たまに読書

若い頃、読書の習慣が無かった。そんな私にもたまに本を読みたくなるときがある。当時本も取り扱う某中古品のお店でバイトをしていた。ある日のこと「せっかく本に囲まれて仕事してるのに、何も読まないのはもったいない!たまにはちゃんと本を読んでみよう!」と使命感にも似た衝動に駆られ買う。ただの衝動買いである。

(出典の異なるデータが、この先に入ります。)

"""Values off from their usual size by a ratio that people and units make: point, do not act."""

from __future__ import annotations

from collections.abc import Iterable, Mapping, Sequence
from dataclasses import dataclass
from typing import TYPE_CHECKING

import numpy as np

from recon.findings import Severity
from recon.ingest.uncertainty import DAY

if TYPE_CHECKING:
    from recon.declare.site import Instrument
    from recon.ingest.context import Context
    from recon.ingest.reading import Reading

RATIOS: tuple[tuple[float, str, str], ...] = (
    (10.0, "a decimal place", ""),
    (100.0, "two decimal places, or a fraction for a percentage", ""),
    (1000.0, "three decimal places, or kg for t", ""),
    (1.1023, "short tons for tonnes", "mass"),
    (2.2046, "pounds for kilograms", "mass"),
    (1.016, "long tons for tonnes", "mass"),
    (1.286, "FeO for Fe", "Fe"),
    (1.430, "Fe2O3 for Fe", "Fe"),
    (2.139, "SiO2 for Si", "SiO2"),
    (2.996, "SO4 for S", "S"),
    (2.497, "SO3 for S", "S"),
    (1.998, "SO2 for S", "S"),
    (3.059, "H2SO4 for S", "S"),
    (1.0915, "gas at 25 C for gas at 0 C", "S"),
)
"""Ratio of wrong to right (atomic weights, unit definitions), words, the quantity it befalls."""
ENOUGH = 7
"""Known values needed before a usual size and its spread are believed."""
UNUSUAL = 6.0
"""Robust deviations from the usual size beyond which a value is looked at."""
CLOSE = 2.0
"""Deviations within which a known ratio explains it."""
LEAST_SPREAD = 0.002
"""Smallest relative spread assumed [-]."""
FAR = 1.5
"""A value that no known ratio explains is far outside where it is off by this factor at least."""


@dataclass(frozen=True, kw_only=True)
class Usual:
    """Usual size of an instrument's values and their robust relative spread."""

    size: float
    spread: float


def usual_of(sizes: Sequence[float]) -> Usual | None:
    """
    Find the usual size of positive values.

    Returns
    -------
    Usual or None
        None with fewer than seven. The spread is that of the logarithms: by their median
        absolute deviation, or by the 95 % that lie nearest where tails are heavy.

    Examples
    --------
    >>> found = usual_of([27.4, 27.6, 27.5, 27.3, 27.7, 27.5, 27.4])
    >>> round(found.size, 2), round(found.spread, 3)
    (27.5, 0.005)
    """
    positive = np.array([s for s in sizes if s > 0])
    if len(positive) < ENOUGH:
        return None
    logs = np.log(positive)
    middle = float(np.median(logs))
    off = np.abs(logs - middle)
    spread = max(1.4826 * float(np.median(off)), float(np.quantile(off, 0.95)) / 1.96)
    return Usual(size=float(np.exp(middle)), spread=max(LEAST_SPREAD, spread))


def explain(ratio: float, spread: float, quantity: str, *, wet: float | None = None) -> str | None:
    """
    Name what a ratio of found to usual looks like, or None.

    Parameters
    ----------
    ratio : float
        Found over usual value [-], positive.
    spread : float
        Relative spread of usual values [-].
    quantity : str
        What the value is of; each ratio befalls some quantities only.
    wet : float, optional
        Wet over dry, where the value was dried.

    Examples
    --------
    >>> explain(10.1, 0.01, "Cu")
    'x 10: a decimal place'
    >>> explain(0.907, 0.004, "mass")
    '/ 1.1023: short tons for tonnes'
    >>> explain(1.286, 0.01, "Cu") is None
    True
    """
    off = float(np.log(ratio))
    best: tuple[float, str] | None = None
    dried = [] if wet is None else [(wet, "wet for dry", "")]
    for known, words, befalls in (*RATIOS, *dried):
        if befalls not in ("", quantity) or CLOSE * spread >= 0.5 * np.log(known):
            continue
        for sign, mark in ((1.0, "x"), (-1.0, "/")):
            miss = abs(off - sign * float(np.log(known)))
            if miss <= CLOSE * spread and (best is None or miss < best[0]):
                best = (miss, f"{mark} {known:g}: {words}")
    return best[1] if best else None


def find_wrong_ratios(
    context: Context,
    readings: Iterable[tuple[Instrument, Reading]],
    known: Mapping[str, Sequence[Reading]],
) -> None:
    """
    Look at every reading of the month against the usual size of its instrument's.

    A reading more than six robust deviations from its usual size is ``wrong-ratio`` where a known
    ratio explains it, ``far-outside`` where none does and it is off by half at least.

    Parameters
    ----------
    context : Context
        Takes the findings.
    readings : iterable of (Instrument, Reading)
    known : mapping
        Every reading by tag, history included.
    """
    usuals: dict[str, Usual | None] = {}
    for instrument, reading in readings:
        if reading.estimated or context.period(reading.day) is None:
            continue
        tag = instrument.tag
        if tag not in usuals:
            usuals[tag] = usual_of([_size(instrument, r) for r in known.get(tag, ())])
        usual, size = usuals[tag], _size(instrument, reading)
        if usual is None or size <= 0:
            continue
        ratio = size / usual.size
        if abs(np.log(ratio)) <= UNUSUAL * usual.spread:
            continue
        wet = 1 / (1 - reading.moisture) if reading.moisture else None
        words = explain(ratio, usual.spread, str(instrument.quantity), wet=wet)
        if words is None and not (ratio >= FAR or ratio <= 1 / FAR):
            continue
        _say(context, instrument, reading, ratio, words)


def _say(
    context: Context, instrument: Instrument, reading: Reading, ratio: float, words: str | None
) -> None:
    unit = "t" if instrument.basis == "amount" else "as a fraction"
    document = f", document {reading.document}" if reading.document else ""
    looks = (
        f"That is {words}. Check the unit and basis at the source; correct by decision."
        if words
        else "No usual slip explains it. Check the reading at its source."
    )
    context.find(
        "wrong-ratio" if words else "far-outside",
        instrument.tag,
        f"{instrument.tag}{document}, {reading.day}: {reading.value:.6g} {unit} is {ratio:.4g} "
        f"times its usual size of 30 days. {looks}",
        day=reading.day,
        severity=Severity.SERIOUS if words else Severity.WARNING,
        evidence=(("ratio", f"{ratio:.5g}"), ("looks like", words or "nothing known")),
    )


def _size(instrument: Instrument, reading: Reading) -> float:
    """Size of a reading for a day of running."""
    if instrument.kind in ("rate", "totaliser") and reading.hours > 0:
        return abs(reading.value) * DAY / reading.hours
    return abs(reading.value)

読書すると言っても、目的が「何かしらの本を読む」なので、とりあえず読みやすそうな小説を選んでいた。仕事している手前、本のタイトルや作家の名前はそれなりに知ってはいるが、あらすじまでは知らなかったので、とにかくタイトルと帯で少しだけ情報を掴んで買うしかない。調べたり、買う前に表紙裏のあらすじを見るのも良いようなものだが、先行であらすじを知るのは野暮な気がしたので買ってからのお楽しみということにした。

帯には「○○賞受賞」とか有名人の感想が書いてあったりと様々だ。そんな中あれこれ吟味して本を選ぶ。そしてようやく選んだ本。ワクワクしながら読んでみると恋愛小説。本を読みたい衝動で買った本はなぜかすべてが恋愛小説。

その頃私は恋愛に興味もなく、結婚願望も無ければ、彼女いない歴=年齢だったので、恋愛小説を読むことは自分にとって真逆ということになる。何回も続くので「またかよ…」と思いながら読み進めていくことになる。せっかく買ったのに読まないわけにもいかないので、最後まで読むわけなのだが…

にしても何だろうこの不思議な現象…もしかして恋したいのかな?朝の番組の占いコーナーで恋愛運気にしちゃおうかな…と思うようになってしまった。何やかんや言っても、実際に読んでみると、その描写が鮮明に想像できたり、文章を読みながらドキドキしてしまったり、鳥肌が立ったりと感情を揺さぶられてしまい、ついには興奮して感嘆の声を上げることもしばしばあったので、しっかり楽しんでいたのだと思う。

ある時を境に小説を読まなくなってしまったが、感情を揺さぶられるあの感覚はまた味わいたいと思う。でも、また選んだ本が恋愛ものだったらどうしよう…40のおっさんが恋愛小説読んでキュンキュンするとかどうなんだろう。